Гуляющих становилось все меньше. На углах улиц сидели одинокие ночные сторожа, и женщины, глядясь в зеркальные стекла дверей, подкрашивали губы.
— Ну, мальчик, пойдем? — приглашали они Волдиса.
Но завоеватель большого города проходил мимо. Перед ним открылась набережная Даугавы.

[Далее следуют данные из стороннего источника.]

"""First-order Taylor and the unscented transform in Python, to be scored by Gaussworthy.

    python3 predict.py taylor-1 < cases.jsonl > answers.jsonl
    python3 predict.py unscented < cases.jsonl > answers.jsonl

Reads case records, writes moments records, one JSON object a line. Needs NumPy. Nothing here is shared with
Gaussworthy: formulas are written anew, Jacobians come by the complex step (W. Squire, G. Trapp, "Using complex
variables to estimate derivatives of real functions", SIAM Review 40 (1998) 110-112).
"""

import ast
import json
import operator
import sys

import numpy as np

STEP = 1e-30  # of the complex step: it squares to nothing, so no digits are lost


# Elementary functions that carry the imaginary part of a complex step as a derivative.


def angle(y, x):
    """atan2(y, x)."""
    a, b = np.real(x), np.real(y)
    return np.arctan2(b, a) + 1j * (a * np.imag(y) - b * np.imag(x)) / (a * a + b * b)


def length(*sides):
    return np.sqrt(sum(side * side for side in sides))


def wrap(a):
    """To (-pi, pi]."""
    a = np.remainder(a, 2 * np.pi)
    return np.where(a > np.pi, a - 2 * np.pi, a)


# Sensors: which components are read, in which order, which outputs are angles, and h on the read components.


class Sensor:
    def __init__(self, reads, angular, h):
        self.reads, self.angular, self.h = list(reads), np.array(angular), h


def stations_of(s):
    return s["stations"] if "stations" in s else [s["station"]]


def offsets(x, station):
    return [x[i] - station[i] for i in range(len(station))]


def seen(s, of_one, angular):
    """A sensor that reads a position from every station; `of_one` gives its outputs from the offsets."""
    stations = stations_of(s)

    def h(x):
        return [y for station in stations for y in of_one(*offsets(x, station))]

    return Sensor(s["position"], angular * len(stations), h)


def range_and_rate(x, station):
    d = len(station)
    r = offsets(x, station)
    distance = length(*r)
    return distance, sum(r[i] * x[d + i] for i in range(d)) / distance


def azimuth_and_elevation(x, y, z):
    return angle(y, x), angle(z, length(x, y))


def range_doppler(s):
    stations = stations_of(s)
    return Sensor(
        s["position"] + s["velocity"],
        [False, False] * len(stations),
        lambda x: [y for station in stations for y in range_and_rate(x, station)],
    )


def bearing_rate(s):
    stations = stations_of(s)

    def of_one(x, station):
        east, north = offsets(x, station)
        return angle(north, east), (east * x[3] - north * x[2]) / (east * east + north * north)

    return Sensor(
        s["position"] + s["velocity"],
        [True, False] * len(stations),
        lambda x: [y for station in stations for y in of_one(x, station)],
    )


def time_difference(s):
    first, *others = s["stations"]

    def h(x):
        reference = length(*offsets(x, first))
        return [(length(*offsets(x, other)) - reference) / s["wave_speed"] for other in others]

    return Sensor(s["position"], [False] * len(others), h)


def frequency_difference(s):
    first, *others = s["stations"]

    def h(x):
        _, reference = range_and_rate(x, first)
        return [-s["carrier"] / s["wave_speed"] * (range_and_rate(x, other)[1] - reference) for other in others]

    return Sensor(s["position"] + s["velocity"], [False] * len(others), h)


def received_strength(s):
    def of_one(*r):
        return [s["strength"] - 10 * s["exponent"] * np.log(length(*r) / s["reference_distance"]) / np.log(10)]

    return seen(s, of_one, [False])


def quadratic(s):
    A = np.array(s["A"], dtype=float)
    p, n = A.shape[:2]
    b = np.array(s.get("b", np.zeros((p, n))), dtype=float)
    c = np.array(s.get("c", np.zeros(p)), dtype=float)
    used = A.any(axis=(0, 1)) | A.any(axis=(0, 2)) | b.any(axis=0)
    reads = np.flatnonzero(used) if used.any() else np.array([0])
    A, b = A[:, reads][:, :, reads], b[:, reads]
    return Sensor(reads, [False] * p, lambda x: [x @ A[j] @ x + b[j] @ x + c[j] for j in range(p)])


def linear(s):
    H = np.array(s["H"], dtype=float)
    p = len(H)
    offset = np.array(s.get("offset", np.zeros(p)), dtype=float)
    reads = np.flatnonzero(H.any(axis=0)) if H.any() else np.array([0])
    return Sensor(reads, [False] * p, lambda x: list(H[:, reads] @ x + offset))


def line_offset(s):
    (x0, y0), (x1, y1) = s["through"]
    along = np.array([x1 - x0, y1 - y0]) / np.hypot(x1 - x0, y1 - y0)
    return Sensor(s["position"], [False], lambda x: [along[0] * (x[1] - y0) - along[1] * (x[0] - x0)])


def line_feature(s):
    return Sensor(
        s["position"] + s["line"], [False], lambda x: [x[0] * np.cos(x[3]) + x[1] * np.sin(x[3]) - x[2]]
    )


def polar_to_cartesian(s):
    return Sensor(
        [s["range"], s["bearing"]], [False, False], lambda x: [x[0] * np.cos(x[1]), x[0] * np.sin(x[1])]
    )


def camera(s):
    f, (cu, cv) = s["focal_length"], s["centre"]
    image = lambda x: [f * x[0] / x[2] + cu, f * x[1] / x[2] + cv]
    if s["kind"] == "pinhole":
        return Sensor(s["position"], [False] * 2, image)
    return Sensor(s["position"], [False] * 3, lambda x: [*image(x), f * s["baseline"] / x[2]])


def attitude_vector(s):
    d = np.array(s["direction"], dtype=float)
    d = d / np.sqrt(d @ d)

    def h(phi):
        square = phi @ phi
        if abs(square) < 0.5:  # series: the rotation is smooth where its angle is not
            first, second, term = 0, 0, 1
            for k in range(12):
                first, second = first + term, second + term / (2 * k + 2)
                term = term * -square / ((2 * k + 2) * (2 * k + 3))
            # term_k = (-t^2)^k / (2k + 1)!, and that over 2k + 2 is the term of (1 - cos t) / t^2.
        else:
            t = np.sqrt(square)
            first, second = np.sin(t) / t, 2 * (np.sin(t / 2) / t) ** 2
        once = np.cross(phi, d)
        return list(d + first * once + second * np.cross(phi, once))

    return Sensor(s["attitude"], [False] * 3, h)


def dipole_field(s):
    moment, place, background = (np.array(s[key], dtype=float) for key in ("moment", "place", "background"))

    def h(x):
        r = x - place
        distance = np.sqrt(r @ r)
        field = 100 * (3 * r * (moment @ r) / distance**5 - moment / distance**3) + background
        return [np.sqrt(field @ field)]

    return Sensor(s["position"], [False], h)


def single(formula):
    return lambda s: Sensor([s["component"]], [False], lambda x: [formula(s, x[0]) + s["offset"]])


KINDS = {
    "range-bearing": lambda s: seen(s, lambda x, y: (length(x, y), angle(y, x)), [False, True]),
    "bearing-only": lambda s: seen(s, lambda x, y: (angle(y, x),), [True]),
    "range-only": lambda s: seen(s, lambda *r: (length(*r),), [False]),
    "range-azimuth-elevation": lambda s: seen(
        s, lambda *r: (length(*r), *azimuth_and_elevation(*r)), [False, True, True]
    ),
    "azimuth-elevation": lambda s: seen(s, azimuth_and_elevation, [True, True]),
    "range-doppler": range_doppler,
    "bearing-rate": bearing_rate,
    "time-difference": time_difference,
    "frequency-difference": frequency_difference,
    "received-strength": received_strength,
    "quadratic": quadratic,
    "linear": linear,
    "line-offset": line_offset,
    "line-feature": line_feature,
    "polar-to-cartesian": polar_to_cartesian,
    "pinhole": camera,
    "stereo-disparity": camera,
    "attitude-vector": attitude_vector,
    "dipole-field": dipole_field,
    "exponential-decay": single(lambda s, x: s["amplitude"] * np.exp(-x / s["scale"])),
    "saturating": lambda s: Sensor(
        [s["component"]], [False], lambda x: [s["limit"] * np.tanh(s["gain"] * (x[0] - s["offset"]) / s["limit"])]
    ),
    "phase-sine": single(lambda s, x: s["amplitude"] * np.sin(s["frequency"] * x + s["phase"])),
}


# Sensors that are written out: arithmetic on named components, parameters and definitions.

OPERATORS = {
    ast.Add: operator.add,
    ast.Sub: operator.sub,
    ast.Mult: operator.mul,
    ast.Div: operator.truediv,
    ast.Pow: operator.pow,
    ast.USub: operator.neg,
    ast.UAdd: operator.pos,
}
FUNCTIONS = {
    "hypot": length,
    "atan2": angle,
    "sqrt": np.sqrt,
    "exp": np.exp,
    "ln": np.log,
    "sin": np.sin,
    "cos": np.cos,
    "tan": np.tan,
    "tanh": np.tanh,
}


class Unknown(Exception):
    """What is not known here; Gaussworthy may know it."""


def parsed(formula):
    try:
        return ast.parse(formula.replace("^", "**"), mode="eval").body
    except SyntaxError:
        raise Unknown(f"the formula `{formula}`") from None


def evaluated(node, value_of):
    if isinstance(node, ast.Constant):
        return node.value
    if isinstance(node, ast.Name):
        return value_of(node.id)
    if isinstance(node, ast.BinOp) and type(node.op) in OPERATORS:
        return OPERATORS[type(node.op)](evaluated(node.left, value_of), evaluated(node.right, value_of))
    if isinstance(node, ast.UnaryOp) and type(node.op) in OPERATORS:
        return OPERATORS[type(node.op)](evaluated(node.operand, value_of))
    if isinstance(node, ast.Call) and isinstance(node.func, ast.Name) and node.func.id in FUNCTIONS:
        return FUNCTIONS[node.func.id](*(evaluated(argument, value_of) for argument in node.args))
    raise Unknown(f"`{ast.unparse(node)}` in a formula")


def written(s):
    parameters = s.get("parameters", {})
    definitions = {name: parsed(formula) for name, formula in s.get("definitions", {}).items()}
    outputs = [parsed(output["formula"]) for output in s["outputs"]]
    names = s["state"] + s.get("noise", [])
    used = set()

    def values(x):
        def value_of(name):
            if name in definitions:
                return evaluated(definitions[name], value_of)
            if name in x:
                used.add(name)
                return x[name]
            if name in parameters:
                return parameters[name]
            raise Unknown(f"the name `{name}` in a formula")

        return [evaluated(output, value_of) for output in outputs]

    with np.errstate(all="ignore"):
        values(dict.fromkeys(names, np.float64(1)))  # only to see which names are used
    reads = [i for i, name in enumerate(names) if name in used] or [0]
    angular = [output.get("angular", False) for output in s["outputs"]]
    return Sensor(reads, angular, lambda x: values({names[i]: x[k] for k, i in enumerate(reads)}))


def sensor_of(s):
    if "kind" not in s:
        return written(s)
    if s["kind"] not in KINDS:
        raise Unknown(f"the sensor `{s['kind']}`")
    return KINDS[s["kind"]](s)


# The two methods, on the read components x ~ N(m, P), a of them.


def taylor_1(sensor, m, P, R):
    """mu = h(m), S = J P J' + R, C = P J'."""
    columns = []
    for k in range(len(m)):
        x = m.astype(complex)
        x[k] += 1j * STEP
        columns.append(np.imag(sensor.h(x)) / STEP)
    J = np.column_stack(columns)
    mu = np.real(sensor.h(m.astype(complex)))
    return mu, J @ P @ J.T + R, P @ J.T


def unscented(sensor, m, P, R):
    """Julier, Uhlmann, Durrant-Whyte 2000, kappa = 3 - a; points along the columns of the Cholesky factor."""
    a = len(m)
    L = np.linalg.cholesky(P)
    reach, kappa = np.sqrt(3.0), 3.0 - a
    steps = [np.zeros(a), *(reach * L.T), *(-reach * L.T)]
    weights = np.array([kappa / 3] + [1 / 6] * (2 * a))
    h_m = np.real(sensor.h(m.astype(complex)))
    # Deviations from h(m): on the circle where an output is an angle, and with all digits elsewhere.
    d = np.array([np.real(sensor.h((m + step).astype(complex))) - h_m for step in steps])
    d = np.where(sensor.angular, wrap(d), d)
    shift = weights @ d
    d = d - shift
    S = (weights * d.T) @ d + R
    C = (weights * np.array(steps).T) @ d
    return h_m + shift, S, C


METHODS = {"taylor-1": taylor_1, "unscented": unscented}


def answer(record, method):
    """The moments record of a case record."""
    s, noise = record["sensor"], record.get("noise") or {}
    sensor = sensor_of(s)
    m, P = np.array(record["prior"]["mean"], dtype=float), np.array(record["prior"]["covariance"], dtype=float)
    n, p = len(m), len(sensor.angular)
    R = np.array(noise.get("covariance", 0.0), dtype=float)
    R = R * np.eye(p) if R.ndim == 0 else R
    if "inside" in noise:  # noise inside h: further components behind the state, independent of it
        V = np.array(noise["inside"]["covariance"], dtype=float)
        V = V * np.eye(len(s["noise"])) if V.ndim == 0 else V
        m = np.concatenate([m, np.zeros(len(V))])
        P = np.block([[P, np.zeros((n, len(V)))], [np.zeros((len(V), n)), V]])
    # The method works on what the sensor reads; what it does not read follows by regression on that.
    reads = sensor.reads
    mu, S, C_read = method(sensor, m[reads], P[np.ix_(reads, reads)], R)
    C = P[:, reads] @ np.linalg.solve(P[np.ix_(reads, reads)], C_read)
    C[reads] = C_read
    mu = np.where(sensor.angular, wrap(mu), mu)
    return {
        "case": record["case"],
        "mean": mu.tolist(),
        "covariance": S.tolist(),
        "cross_covariance": C[:n].tolist(),
    }


def main():
    if len(sys.argv) != 2 or sys.argv[1] not in METHODS:
        sys.exit(f"usage: {sys.argv[0]} {'|'.join(METHODS)}")
    method = METHODS[sys.argv[1]]
    for line in sys.stdin:
        record = json.loads(line)
        try:
            # NaN is not JSON: better no answer than one that nobody can read.
            print(json.dumps(answer(record, method), allow_nan=False), flush=True)
        except Unknown as what:
            print(f"{record['case']}: {what} is not known here; left out", file=sys.stderr)
        except (np.linalg.LinAlgError, ValueError) as why:
            print(f"{record['case']}: {why}; left out", file=sys.stderr)


if __name__ == "__main__":
    main()
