use std::io::Read;
use std::sync::mpsc::{Receiver, channel};
use std::sync::{Arc, Mutex, PoisonError};
use std::time::Duration;

use crate::wording::is_line_breaking;

/// Bytes that are kept of what a command says on standard error.
const KEPT: usize = 4096;
/// Characters of them that are shown.
const SHOWN: usize = 300;
/// How long the end of a command's standard error is waited for once the command has ended; what it started may hold
/// it open for ever.
const GRACE: Duration = Duration::from_millis(500);

/// The last that a command said on standard error, drained as it comes, so that the command never waits for a reader.
#[derive(Debug)]
pub(super) struct LastWords {
    tail: Arc<Mutex<Vec<u8>>>,
    closed: Receiver<()>,
}

impl LastWords {
    pub fn of(mut from: impl Read + Send + 'static) -> Self {
        let (close, closed) = channel::<()>();
        let tail = Arc::new(Mutex::new(Vec::new()));
        let kept = Arc::clone(&tail);
        std::thread::spawn(move || {
            let _close = close;
            let mut chunk = [0; KEPT];
            while let Ok(count @ 1..) = from.read(&mut chunk) {
                let mut tail = kept.lock().unwrap_or_else(PoisonError::into_inner);
                tail.extend_from_slice(&chunk[..count]);
                let excess = tail.len().saturating_sub(KEPT);
                tail.drain(..excess);
            }
        });
        Self { tail, closed }
    }

    /// The last lines, on one; empty if nothing was said.
    pub fn text(&self) -> String {
        // Ends when the drain does, which never sends.
        let _ = self.closed.recv_timeout(GRACE);
        let tail = self.tail.lock().unwrap_or_else(PoisonError::into_inner);
        let text = String::from_utf8_lossy(&tail);
        let lines: Vec<_> = text.lines().map(str::trim).filter(|line| !line.is_empty()).collect();
        let text: String = lines.join(" / ").chars().filter(|&c| !is_line_breaking(c)).collect();
        let first = text.chars().count().saturating_sub(SHOWN);
        if first == 0 { text } else { format!("..{}", text.chars().skip(first).collect::<String>()) }
    }
}

#[cfg(test)]
mod tests {
    use super::*;

    #[test]
    fn a_flood_leaves_its_end_on_one_line() {
        let flood = [vec![b'~'; 1 << 20], b"\nthe\x1b[31m line\r\n\n  before\n".to_vec()].concat();
        let text = LastWords::of(std::io::Cursor::new(flood)).text();
        assert!(text.starts_with("..~") && text.ends_with("~ / the[31m line / before"), "{text}");
        assert_eq!(text.chars().count(), SHOWN + 2);
        assert_eq!(LastWords::of(std::io::empty()).text(), "");
    }
}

На речном трамвае трижды ударили в колокол, и боковые колеса завертелись, вспенивая плицами воду. Впереди, в слабом свете раскачивающихся на Понтонном мосту фонарей, темнела речная глубина.
Устало, будто нехотя, временами гудели автомобили. Тяжело передвигая ноги, мимо Волдиса проходили люди, втянув головы в мокрые воротники. Даже полицейский зевал, натянув на голову брезентовый капюшон. Только Волдис не поддавался утомлению.